Sheila Wolf, a registered dental hygienist who likes to be called "Mama Gums," comes heavily armed with such warnings. She's seen enough problem mouths in her 32-year career to be able to identify pregnancy gingivitis at the drop of a jaw.

"With some women, their pregnancy was confirmed three or four weeks later," she said.

Prevention-minded to the bone, Wolf is famous among Halloween trick-or-treaters in her San Diego neighborhood for handing out toothbrushes, dental floss and toothpaste instead of gooey goodies.

She's taught oral hygiene in a one-room schoolhouse in the Appalachian Mountains, where as many as six kids share one toothbrush. She's persuaded leading dental companies to donate supplies to impoverished children here and abroad, and she's preached the do's and don'ts of dental hygiene as a volunteer in rural Israel.

Now, thanks to a Web site (www.mamagums.com) and a recently published book ("Pregnancy and Oral Health," Radcliffe Publishing) she's carrying her gum rap to a wider audience.

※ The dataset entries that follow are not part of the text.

#[test]
fn ades_xml_is_read_like_the_csv() {
    // tests/data/ades/optical.xml: the same four observations in the ADES
    // XML form (written to the published ADES description), with a radar
    // observation that is not a position.
    let case = Case::new("ades-xml");
    let xml_path = PathBuf::from(env!("CARGO_MANIFEST_DIR")).join("tests/data/ades/optical.xml");
    let sites = latens::io::observations::SiteTable::new();
    let csv = case.file("obs.csv", format!("{HEADER}{}\n", good_rows()).as_bytes());
    let from_csv = latens::io::observations::read_observations(&csv, &sites, 3).unwrap();
    let from_xml = latens::io::observations::read_observations(&xml_path, &sites, 3).unwrap();
    assert_eq!(from_xml.len(), 4);
    for (a, b) in from_xml.iter().zip(&from_csv) {
        assert_eq!(
            (a.epoch, a.ra_rad, a.dec_rad, a.sigma_ra_arcsec, a.sigma_dec_arcsec, &a.site),
            (b.epoch, b.ra_rad, b.dec_rad, b.sigma_ra_arcsec, b.sigma_dec_arcsec, &b.site)
        );
    }
    // Each observation is located at its <optical> element's line.
    assert!(from_xml[0].source.ends_with("optical.xml:24"), "{}", from_xml[0].source);
    // The tracklet names the body; the radar observation gets a note.
    let bodies = latens::io::observations::read_bodies(&xml_path, &sites, 3).unwrap();
    assert_eq!(bodies.len(), 1);
    assert_eq!(bodies[0].0.as_deref(), Some("T0001"));
    let notes = latens::io::observations::column_notes(&xml_path);
    assert!(notes.len() == 1 && notes[0].contains("1 observation(s)") && notes[0].contains("radar"), "{notes:?}");
    // A bad value, a missing element, another root and broken XML: named
    // with the file and line.
    let good = std::fs::read_to_string(&xml_path).unwrap();
    for (name, text, needles) in [
        (
            "ra.xml",
            good.replacen("<ra>52.30</ra>", "<ra>52.3x</ra>", 1),
            vec!["ra.xml:37", "field `ra`", "not a number"],
        ),
        ("gone.xml", good.replacen("<rmsDec>0.1</rmsDec>", "", 1), vec!["gone.xml:24", "rmsDec", "missing"]),
        ("root.xml", good.replace("ades", "records"), vec!["root.xml", "format not recognised", "<ades>"]),
        ("broken.xml", good.replacen("</optical>", "</opticl>", 1), vec!["broken.xml:36", "not well-formed XML"]),
    ] {
        let path = case.file(name, text.as_bytes());
        let err = latens::io::observations::read_observations(&path, &sites, 3).unwrap_err().to_string();
        for n in needles {
            assert!(err.contains(n), "{name}: `{n}` not in: {err}");
        }
    }
    // Through the command: the same fit as from the CSV.
    let (code, err) = case.run(&xml_path, &["--known", "none"]);
    assert_ne!(code, Some(2), "refused: {err}");
    assert!(err.contains("radar"), "{err}");
}
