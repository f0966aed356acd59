//! `latens residuals` on bad input: every case exits with status 2, names
//! the file, the line and the field, and writes nothing. Accepted oddities
//! (byte-order mark, CRLF line ends, unsorted rows) are checked to work.

use std::path::{Path, PathBuf};
use std::process::Command;

fn latens() -> Command {
    Command::new(env!("CARGO_BIN_EXE_latens"))
}

struct Case {
    dir: PathBuf,
}

impl Case {
    fn new(name: &str) -> Case {
        let dir = std::env::temp_dir().join(format!("latens-input-{name}-{}", std::process::id()));
        let _ = std::fs::remove_dir_all(&dir);
        std::fs::create_dir_all(&dir).unwrap();
        Case { dir }
    }

    fn file(&self, name: &str, bytes: &[u8]) -> PathBuf {
        let p = self.dir.join(name);
        std::fs::write(&p, bytes).unwrap();
        p
    }

    /// Runs `latens residuals` and returns (exit code, stderr).
    fn run(&self, obs: &Path, extra: &[&str]) -> (Option<i32>, String) {
        let out = latens()
            .arg("residuals")
            .arg("--obs")
            .arg(obs)
            .arg("--out")
            .arg(self.dir.join("out"))
            .args(extra)
            .output()
            .unwrap();
        (out.status.code(), String::from_utf8_lossy(&out.stderr).into_owned())
    }

    fn nothing_written(&self) -> bool {
        !self.dir.join("out").exists()
    }
}

impl Drop for Case {
    fn drop(&mut self) {
        let _ = std::fs::remove_dir_all(&self.dir);
    }
}

const HEADER: &str = "epoch_utc,ra_deg,dec_deg,sigma_ra_arcsec,sigma_dec_arcsec\n";

fn good_rows() -> String {
    [
        "2020-01-10T03:00:00Z,52.40,16.70,0.1,0.1",
        "2020-02-10T03:00:00Z,52.30,16.72,0.1,0.1",
        "2020-03-10T03:00:00Z,52.25,16.75,0.1,0.1",
        "2020-04-10T03:00:00Z,52.20,16.78,0.1,0.1",
    ]
    .join("\n")
}

/// Replaces the value of `field` on data row `row` (0-based) of the good file.
fn with_field(row: usize, field: usize, value: &str) -> String {
    let mut lines: Vec<String> = good_rows().lines().map(String::from).collect();
    let mut f: Vec<String> = lines[row].split(',').map(String::from).collect();
    f[field] = value.to_string();
    lines[row] = f.join(",");
    format!("{HEADER}{}\n", lines.join("\n"))
}

#[track_caller]
fn expect_bad(name: &str, contents: &str, extra: &[&str], needles: &[&str]) {
    let case = Case::new(name);
    let obs = case.file("obs.csv", contents.as_bytes());
    let (code, err) = case.run(&obs, extra);
    assert_eq!(code, Some(2), "{name}: exit {code:?}, stderr: {err}");
    assert!(
        err.contains("obs.csv") || needles.iter().any(|n| n.starts_with("!")),
        "{name}: the file is not named: {err}"
    );
    for n in needles {
        let n = n.trim_start_matches('!');
        assert!(err.contains(n), "{name}: `{n}` not in: {err}");
    }
    assert!(case.nothing_written(), "{name}: something was written");
}

#[test]
fn missing_required_column() {
    let text = "epoch_utc,ra_deg,dec_deg,sigma_ra_arcsec\n2020-01-10T03:00:00Z,52.4,16.7,0.1\n";
    expect_bad("missing-column", text, &[], &["obs.csv:1", "sigma_dec_arcsec", "missing"]);
}

#[test]
fn unknown_column() {
    let text = format!(
        "epoch_utc,ra_deg,dec_deg,sigma_ra_arcsec,sigma_dec_arcsec,magnitude\n{}\n",
        good_rows().replace('\n', ",19.5\n") + ",19.5"
    );
    expect_bad("unknown-column", &text, &[], &["obs.csv:1", "magnitude", "unknown column"]);
}

#[test]
fn non_numeric_value() {
    expect_bad("non-numeric", &with_field(1, 1, "52.3x"), &[], &["obs.csv:3", "ra_deg", "not a number"]);
}

#[test]
fn non_finite_value() {
    expect_bad("non-finite", &with_field(2, 2, "NaN"), &[], &["obs.csv:4", "dec_deg", "not a finite number"]);
    expect_bad("infinite", &with_field(2, 3, "inf"), &[], &["obs.csv:4", "sigma_ra_arcsec"]);
}

#[test]
fn ra_out_of_range() {
    expect_bad("ra-360", &with_field(0, 1, "360.0"), &[], &["obs.csv:2", "ra_deg", "[0, 360)"]);
    expect_bad("ra-negative", &with_field(0, 1, "-0.5"), &[], &["obs.csv:2", "ra_deg"]);
}

#[test]
fn dec_out_of_range() {
    expect_bad("dec", &with_field(3, 2, "90.5"), &[], &["obs.csv:5", "dec_deg", "[-90, 90]"]);
}

#[test]
fn sigma_not_positive() {
    expect_bad("sigma-zero", &with_field(1, 3, "0"), &[], &["obs.csv:3", "sigma_ra_arcsec", "positive"]);
    expect_bad("sigma-negative", &with_field(1, 4, "-0.1"), &[], &["obs.csv:3", "sigma_dec_arcsec", "positive"]);
}

#[test]
fn unparseable_and_impossible_dates() {
    expect_bad("date-text", &with_field(0, 0, "yesterday"), &[], &["obs.csv:2", "epoch_utc"]);
    expect_bad(
        "date-impossible",
        &with_field(0, 0, "2021-02-29T00:00:00Z"),
        &[],
        &["obs.csv:2", "epoch_utc", "does not exist"],
    );
}

#[test]
fn epoch_outside_the_ephemeris() {
    // The test excerpt of DE421 covers 2000-2025.
    let spk = PathBuf::from(env!("CARGO_MANIFEST_DIR")).join("tests/data/de421/excerpt.bsp");
    let contents = with_field(3, 0, "2031-01-01T00:00:00Z");
    expect_bad("coverage", &contents, &["--ephemeris", spk.to_str().unwrap()], &["obs.csv:5", "epoch_utc", "covers"]);
}

#[test]
fn unknown_site() {
    let text = with_field(0, 0, "2020-01-10T03:00:00Z")
        .replace("sigma_dec_arcsec\n", "sigma_dec_arcsec,site\n")
        .lines()
        .enumerate()
        .map(|(i, l)| {
            if i == 0 {
                l.to_string()
            } else if i == 2 {
                format!("{l},nowhere")
            } else {
                format!("{l},geocenter")
            }
        })
        .collect::<Vec<_>>()
        .join("\n");
    expect_bad("site", &text, &[], &["obs.csv:3", "site", "unknown site `nowhere`"]);
}

#[test]
fn duplicate_rows() {
    let mut text = with_field(0, 0, "2020-01-10T03:00:00Z");
    text.push_str("2020-02-10T03:00:00Z,52.31,16.72,0.1,0.1\n");
    expect_bad("duplicate", &text, &[], &["obs.csv:6", "duplicates the observation on line 3"]);
}

#[test]
fn too_few_observations() {
    let text = format!("{HEADER}2020-01-10T03:00:00Z,52.40,16.70,0.1,0.1\n2020-02-10T03:00:00Z,52.30,16.72,0.1,0.1\n");
    expect_bad("few", &text, &[], &["obs.csv", "at least 3"]);
}

#[test]
fn empty_file() {
    expect_bad("empty", "", &[], &["obs.csv", "no header"]);
    expect_bad("comments-only", "# nothing here\n\n", &[], &["obs.csv", "no header"]);
}

#[test]
fn wrong_field_count() {
    let text = format!("{HEADER}2020-01-10T03:00:00Z,52.40,16.70,0.1\n");
    expect_bad("fields", &text, &[], &["obs.csv:2", "4 fields where the header has 5"]);
}

#[test]
fn bad_correlation() {
    let text = with_field(0, 0, "2020-01-10T03:00:00Z")
        .replace("sigma_dec_arcsec\n", "sigma_dec_arcsec,corr\n")
        .lines()
        .enumerate()
        .map(|(i, l)| {
            if i == 0 {
                l.to_string()
            } else if i == 1 {
                format!("{l},1.0")
            } else {
                format!("{l},0.2")
            }
        })
        .collect::<Vec<_>>()
        .join("\n");
    expect_bad("corr", &text, &[], &["obs.csv:2", "corr", "between -1 and 1"]);
}

#[test]
fn unknown_known_body_and_bad_epoch_option() {
    let contents = with_field(0, 0, "2020-01-10T03:00:00Z");
    expect_bad("known", &contents, &["--known", "jupiter,vulcan"], &["!vulcan"]);
    expect_bad("epoch-option", &contents, &["--epoch", "JD 2459000.5"], &["!--epoch", "!time scale"]);
}

#[test]
fn bom_crlf_and_unsorted_rows_are_accepted() {
    // A BOM, CRLF line ends and rows out of time order are all fine: the
    // file reaches the fit (which, on these invented positions, runs and
    // writes its products).
    let case = Case::new("accepted");
    let good = good_rows();
    let mut rows: Vec<&str> = good.lines().collect();
    rows.reverse();
    let text = format!("\u{feff}# a comment\r\n{}{}\r\n", HEADER.replace('\n', "\r\n"), rows.join("\r\n"));
    let obs = case.file("obs.csv", text.as_bytes());
    let (code, err) = case.run(&obs, &["--known", "none"]);
    assert_ne!(code, Some(2), "refused: {err}");
    let original = std::fs::read(&obs).unwrap();
    assert_eq!(original, text.as_bytes(), "the input was modified");
}

#[test]
fn ades_psv_is_read_like_the_csv() {
    // The same four observations in the IAU ADES pipe-separated form: rmsRA
    // is already the uncertainty of RA*cos(Dec) (ADES convention), in arcsec.
    let case = Case::new("ades");
    let psv = "# version=2017\n# observatory\n! mpcCode 500\n\
               permID |obsTime                 |ra        |dec      |rmsRA|rmsDec|stn\n\
               x      |2020-01-10T03:00:00Z    |52.40     |16.70    |0.1  |0.1   |geocenter\n\
               x      |2020-02-10T03:00:00Z    |52.30     |16.72    |0.1  |0.1   |geocenter\n\
               x      |2020-03-10T03:00:00Z    |52.25     |16.75    |0.1  |0.1   |geocenter\n\
               x      |2020-04-10T03:00:00Z    |52.20     |16.78    |0.1  |0.1   |geocenter\n";
    let sites = latens::io::observations::SiteTable::new();
    let csv = case.file("obs.csv", format!("{HEADER}{}\n", good_rows()).as_bytes());
    let from_csv = latens::io::observations::read_observations(&csv, &sites, 3).unwrap();
    // Lines starting with `#` or `!` before the header are ADES metadata.
    let ades = case.file("obs.psv", psv.as_bytes());
    let from_psv = latens::io::observations::read_observations(&ades, &sites, 3).unwrap();
    assert_eq!(from_csv.len(), from_psv.len());
    for (a, b) in from_csv.iter().zip(&from_psv) {
        assert_eq!(
            (a.epoch, a.ra_rad, a.dec_rad, a.sigma_ra_arcsec),
            (b.epoch, b.ra_rad, b.dec_rad, b.sigma_ra_arcsec)
        );
    }
    // An ADES file with `permID` etc. but no rmsDec is refused by name.
    let bad = case.file("bad.psv", b"permID|obsTime|ra|dec|rmsRA\nx|2020-01-10T03:00:00Z|52.4|16.7|0.1\n");
    let err = latens::io::observations::read_observations(&bad, &sites, 1).unwrap_err().to_string();
    assert!(err.contains("bad.psv:1") && err.contains("rmsDec"), "{err}");
}

#[test]
fn bad_scenarios_and_bad_infer_options_name_what_is_wrong() {
    // A scenario with a misspelt key, and one with an impossible value:
    // exit 2, the file and the key named, nothing written.
    let case = Case::new("scenario");
    let good = std::fs::read_to_string(concat!(env!("CARGO_MANIFEST_DIR"), "/scenarios/demo.toml")).unwrap();
    for (name, text, needle) in [
        ("typo.toml", good.replace("sigma_arcsec", "sigma_arcsecs"), "sigma_arcsecs"),
        ("ecc.toml", good.replacen("e = 0.12", "e = 1.3", 1), "tracked.e"),
    ] {
        let path = case.file(name, text.as_bytes());
        let out = latens().arg("simulate").arg(&path).arg("--out").arg(case.dir.join("out")).output().unwrap();
        let err = String::from_utf8_lossy(&out.stderr);
        assert_eq!(out.status.code(), Some(2), "{name}: {err}");
        assert!(err.contains(name) && err.contains(needle), "{name}: {err}");
        assert!(case.nothing_written(), "{name}: something was written");
    }
    // A prior width of zero is refused before any work.
    let obs = case.file("obs.csv", format!("{HEADER}{}\n", good_rows()).as_bytes());
    let out = latens()
        .args(["infer", "--obs"])
        .arg(&obs)
        .args(["--nongrav-prior", "0", "--out"])
        .arg(case.dir.join("out"))
        .output()
        .unwrap();
    assert_eq!(out.status.code(), Some(2));
    assert!(String::from_utf8_lossy(&out.stderr).contains("--nongrav-prior"));
    assert!(case.nothing_written());
}

#[test]
fn bad_tracked_body_and_outlier_options_are_refused_before_any_work() {
    let contents = format!("{HEADER}{}\n", good_rows());
    expect_bad("tracked-mass", &contents, &["--tracked-mass", "vulcan"], &["!--tracked-mass", "!vulcan"]);
    expect_bad("kind", &contents, &["--kind", "asteroidish"], &["!--kind", "!asteroidish"]);
    // A tracked planet cannot also pull on itself as a known body.
    expect_bad("self", &contents, &["--tracked-mass", "jupiter", "--known", "jupiter,saturn"], &["!--known"]);
    let case = Case::new("infer-outliers");
    let obs = case.file("obs.csv", contents.as_bytes());
    for (extra, needle) in [
        (["--reject-sigma", "1"], "--reject-sigma"),
        (["--reject-sigma", "lots"], "--reject-sigma"),
        (["--exclude", "99"], "line 99 of"),
        (["--exclude", "3-2"], "--exclude"),
    ] {
        let out = latens()
            .args(["infer", "--obs"])
            .arg(&obs)
            .args(extra)
            .arg("--out")
            .arg(case.dir.join("out"))
            .output()
            .unwrap();
        let err = String::from_utf8_lossy(&out.stderr);
        assert_eq!(out.status.code(), Some(2), "{extra:?}: {err}");
        assert!(err.contains(needle), "{extra:?}: {err}");
        assert!(case.nothing_written(), "{extra:?}: something was written");
    }
}
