/// For each distance, the mass (log-interpolated along the mass axis) at
/// which the detection probability first reaches `level`; None where it never
/// does within the grid.
pub fn contour(cells: &[Cell], level: f64) -> Vec<(f64, Option<f64>)> {
    let mut by_distance: std::collections::BTreeMap<usize, Vec<&Cell>> = Default::default();
    for c in cells {
        by_distance.entry(c.distance_index).or_default().push(c);
    }
    by_distance
        .into_values()
        .map(|mut col| {
            col.sort_by_key(|c| c.mass_index);
            let d = col[0].distance_au;
            let mut found = None;
            for w in col.windows(2) {
                let (a, b) = (w[0], w[1]);
                if a.detection_probability < level && b.detection_probability >= level {
                    let f = (level - a.detection_probability) / (b.detection_probability - a.detection_probability);
                    found = Some((a.mass_earth.ln() + f * (b.mass_earth.ln() - a.mass_earth.ln())).exp());
                    break;
                }
            }
            if found.is_none() && col.first().is_some_and(|c| c.detection_probability >= level) {
                found = Some(col[0].mass_earth);
            }
            (d, found)
        })
        .collect()
}

#[cfg(test)]
mod tests {
    use super::*;

    #[test]
    fn the_grid_puts_each_cell_in_its_place_and_leaves_the_others_empty() {
        let settings = SensitivitySettings {
            mass_earth: (1.0, 100.0),
            distance_au: (10.0, 1000.0),
            n_masses: 3,
            n_distances: 3,
            n_trials: 1,
            near_ecliptic_deg: None,
            seed: 1,
            min_separation_au: 1.0,
        };
        let cell = |m: usize, d: usize, p: f64| Cell {
            mass_index: m,
            distance_index: d,
            mass_earth: log_grid(settings.mass_earth, 3, m),
            distance_au: log_grid(settings.distance_au, 3, d),
            detection_probability: p,
            n_trials: 1,
            median_delta_chi2: 0.0,
        };
        let (masses, distances, p) = probability_grid(&settings, &[cell(0, 2, 0.25), cell(2, 1, 0.75)]);
        // Log-spaced ends and middle: 1, 10, 100 Earth masses; 10, 100, 1000 au.
        assert!((masses[1] - 10.0).abs() < 1e-9 && (distances[2] - 1000.0).abs() < 1e-9);
        assert_eq!((p[(0, 2)], p[(2, 1)]), (0.25, 0.75));
        assert_eq!(p.iter().filter(|v| v.is_nan()).count(), 7);
    }

    #[test]
    fn normal_cdf_matches_known_values() {
        // Phi(0) = 0.5, Phi(1.96) = 0.975, Phi(-1) = 0.158655 (common practice).
        assert!((normal_cdf(0.0) - 0.5).abs() < 1e-7);
        assert!((normal_cdf(1.959_964) - 0.975).abs() < 2e-7);
        assert!((normal_cdf(-1.0) - 0.158_655_25).abs() < 2e-7);
    }
}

"I feel I can reach more people in print than across the dental chair," she said the other day.

Wolf struck a responsive chord with women after posting oral health articles on female-oriented Web sites. "I saw that pregnant women was a niche I could reach out to," she said. So she wrote a practical, how-to book, believed to be the first of its kind, on what she calls "the critical connection between your mouth and your baby."

This is the same Sheila Wolf known to some San Diegans for her interior decorating and home-restoration skills. For now, though, her Gilda Designs business is on hold. She's writing another dental book, one she says she'll name "The Smile of Your Life." Or maybe "Keep Your Teeth and Save Your Life in 10 Minutes."

In any case, it will be filled with tips on how to avoid bacterial infections that destroy attachment fibers and supporting bone that hold teeth in the mouth.

About 15 percent of adults between 21 and 50 and 30 percent 50 and over have periodontal disease. Worst case scenario is surgery, which Wolf insists can be avoided with proper brushing, flossing and/or irrigating (squirting warm water into spaces between the teeth).

As for pregnancy gingivitis, between 50 percent and 75 percent of women show symptoms. Once the baby is delivered, the risk goes down as the hormones return to normal.

But breast-feeding moms and women on birth control pills still are more prone than the rest of us to develop gum complications.

"They retain water," Wolf said, "and that can make gum tissues more puffy and inflamed."